Tag Archives: social care

CQC’s dynamic system of regulation

When I saw Mark Easton’s report on BBC News at Six yesterday about the changes in the way care homes in England are to be inspected, it made me wonder – yes, yet again! – whether the world has gone completely off course, heading for a major collision.

Then I read Mark Easton’s blog ‘Care and the Community’ and the words used by CQC have thrown me completely.

We rely on people who use services and those who care for and treat them to tell us about the quality and safety of services. This feedback is a vital part of our dynamic system of regulation which places the views, experiences, health and wellbeing of people who use services at its centre.

Dynamic system of regulation?  Dynamic?

Dynamism presupposes energy and effective action –   not exactly characteristics for which the CQC has ever been renowned.  Lethargic might be a more appropriate adjective to describe the CQC.

The CQC and its predecessor CSCI have been short of a dynamo – or even more than one – for  years, and there’s not much chance of new-found energy coming via a system of informal regulation which will rely on the already depleted energies of older vulnerable care home residents and their relatives.  It’s unfair to place such a burden on their shoulders.  But it will make it easier for care providers to cough out the old chestnut “well, nobody else has complained”.

Care Services Minister Paul Burstow said in Mark Easton’s report “…. we’re determined to actually make sure responsibility sits where it should be, with the commissioners, with local authorities and with the providers”.   Burstow almost implies that those commissioners, local authorities and care providers never had any responsibility in the past to ensure quality care in care homes.  So what were they commissioning, authorising and providing?  Crap Quality Care in the UK?

Anyone who has ever tried to shake awake either CSCI or CQC and to try to get some kind of dynamic action from them will be in a state of severe shock now.  It has never been possible in the past to get anything that resembles ‘concern’ from CSCI/CQC, so I have little optimism for the future.

Especially as the cuts currently being forced through in local authorities up and down the land will make dynamic localism an empty promise.

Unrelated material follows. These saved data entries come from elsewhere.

// The C export's speed next to the engine's on the same case: edge-preserving example, 512×512, 100 steps,
// Float32 storage, on the generated survey scene. The C is compiled with gcc -O3 -march=native; its time is
// measured inside the program around the step call (clock_gettime), the engine's is RunResult.stepSeconds
// (monitors included), the JS export's is performance.now() around run(). Prints times and ratios; asserts nothing.
// Run with: node test/bench/run.mjs export
import { execFileSync } from 'node:child_process';
import { mkdtempSync, readFileSync, rmSync, writeFileSync } from 'node:fs';
import { tmpdir } from 'node:os';
import { join } from 'node:path';
import { pathToFileURL } from 'node:url';
import { createRun } from '../../src/engine/run';
import { exportScheme, schemePrefix } from '../../src/export';
import { makeScene } from '../../src/images/scenes';
import { parseAndCheck } from '../../src/notation/index';

const N = 512, STEPS = 100;
const FILE = 'edge-preserving.fluxel';

async function main(): Promise<void> {
  const scheme = parseAndCheck(readFileSync(join(process.cwd(), 'examples', FILE), 'utf8')).scheme;
  if (!scheme) throw new Error('example has errors');
  const img = Float32Array.from(makeScene('survey', { width: N, height: N, noise: 0.05, seed: 3 }).noisy.data);
  const dir = mkdtempSync(join(tmpdir(), 'fluxel-bench-export-'));
  const opts = { fileName: FILE, sourceHash: '', stability: null, dtype: 'float32' as const };
  try {
    const P = schemePrefix(FILE);
    writeFileSync(join(dir, 'scheme.c'), exportScheme(scheme, 'c', opts));
    writeFileSync(join(dir, 'bench.c'), `#define _POSIX_C_SOURCE 199309L
#include <time.h>
#include <stdio.h>
#include <stdlib.h>
#include "scheme.c"
int main(int argc, char **argv) {
  int n = atoi(argv[1]), steps = atoi(argv[2]);
  float *u = malloc(sizeof(float) * n * n);
  FILE *f = fopen(argv[3], "rb"); if (!f || fread(u, sizeof(float), (size_t)n * n, f) != (size_t)n * n) return 1; fclose(f);
  ${P}_params p = ${P}_defaults;
  size_t bytes = ${P}_scratch_bytes(n, n, &p, ${P.toUpperCase()}_DT);
  void *s = malloc(bytes);
  struct timespec a, b;
  clock_gettime(CLOCK_MONOTONIC, &a);
  int rc = ${P}_step(u, n, n, &p, ${P.toUpperCase()}_DT, 0, steps, s, bytes);
  clock_gettime(CLOCK_MONOTONIC, &b);
  printf("%.6f %g\\n", (b.tv_sec - a.tv_sec) + 1e-9 * (b.tv_nsec - a.tv_nsec), (double)u[n * n / 2 + n / 2]);
  return rc;
}
`);
    writeFileSync(join(dir, 'in.raw'), Buffer.from(img.buffer));
    execFileSync('gcc', ['-O3', '-march=native', '-std=c99', '-o', join(dir, 'bench'), join(dir, 'bench.c'), '-lm']);
    const cRuns = [0, 1, 2].map(() => Number(execFileSync(join(dir, 'bench'), [String(N), String(STEPS), join(dir, 'in.raw')], { encoding: 'utf8' }).split(' ')[0]));
    const cSeconds = Math.min(...cRuns);

    const engineRuns = [0, 1, 2].map(() => createRun(scheme, { image: { width: N, height: N, data: img }, steps: STEPS, dtype: 'float32' }).runSync().stepSeconds);
    const engineSeconds = Math.min(...engineRuns);

    writeFileSync(join(dir, 'scheme.mjs'), exportScheme(scheme, 'js', opts));
    const mod = await import(pathToFileURL(join(dir, 'scheme.mjs')).href);
    const jsRuns = [0, 1, 2].map(() => {
      const fields = mod.init(N, N);
      fields[mod.fieldNames[0]].set(img);
      const t0 = performance.now();
      mod.run(fields, N, N, { steps: STEPS });
      return (performance.now() - t0) / 1000;
    });
    const jsSeconds = Math.min(...jsRuns);

    console.log(`${FILE}, ${N}×${N}, ${STEPS} steps, float32 storage (best of 3 each)`);
    console.log(`  engine (createRun, default backend) ${engineSeconds.toFixed(3)} s`);
    console.log(`  C export, gcc -O3 -march=native    ${cSeconds.toFixed(3)} s   engine / C = ${(engineSeconds / cSeconds).toFixed(2)}`);
    console.log(`  JS export (Node)                   ${jsSeconds.toFixed(3)} s   engine / JS = ${(engineSeconds / jsSeconds).toFixed(2)}`);
  } finally {
    rmSync(dir, { recursive: true, force: true });
  }
}

main().catch((e) => {
  console.error(e);
  process.exitCode = 1;
});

But if the plans to abolish councils’ legal duties to provide social care come to fruition, there will be no care homes.  There will be no care.  Social care will be gone into the hands of the private providers, available only to those who can afford to pay the charges of those private providers.  I wonder what it will be called if it becomes a discretionary rather than obligatory provision of care.    Local care?  Discretionary local care?  Survival of the fittest via neglect of the needy?

Is that a civilised way to support vulnerable adults in need of care?  It wouldn’t be allowed if it were cats and dogs we were talking about, so it should not be considered good enough for older people.


Filed under care, care homes, growing older

Seven Ps for the Vision for Adult Social Care

A while ago, I mentioned the The Seven Ages of Man, and continued the theme with The Seven Stages of Dementia .  Then came the Seven Steps to end the scandal of malnutrition.  I did consider then that the number 7 might be powerful, magnificent even and so would emerge again.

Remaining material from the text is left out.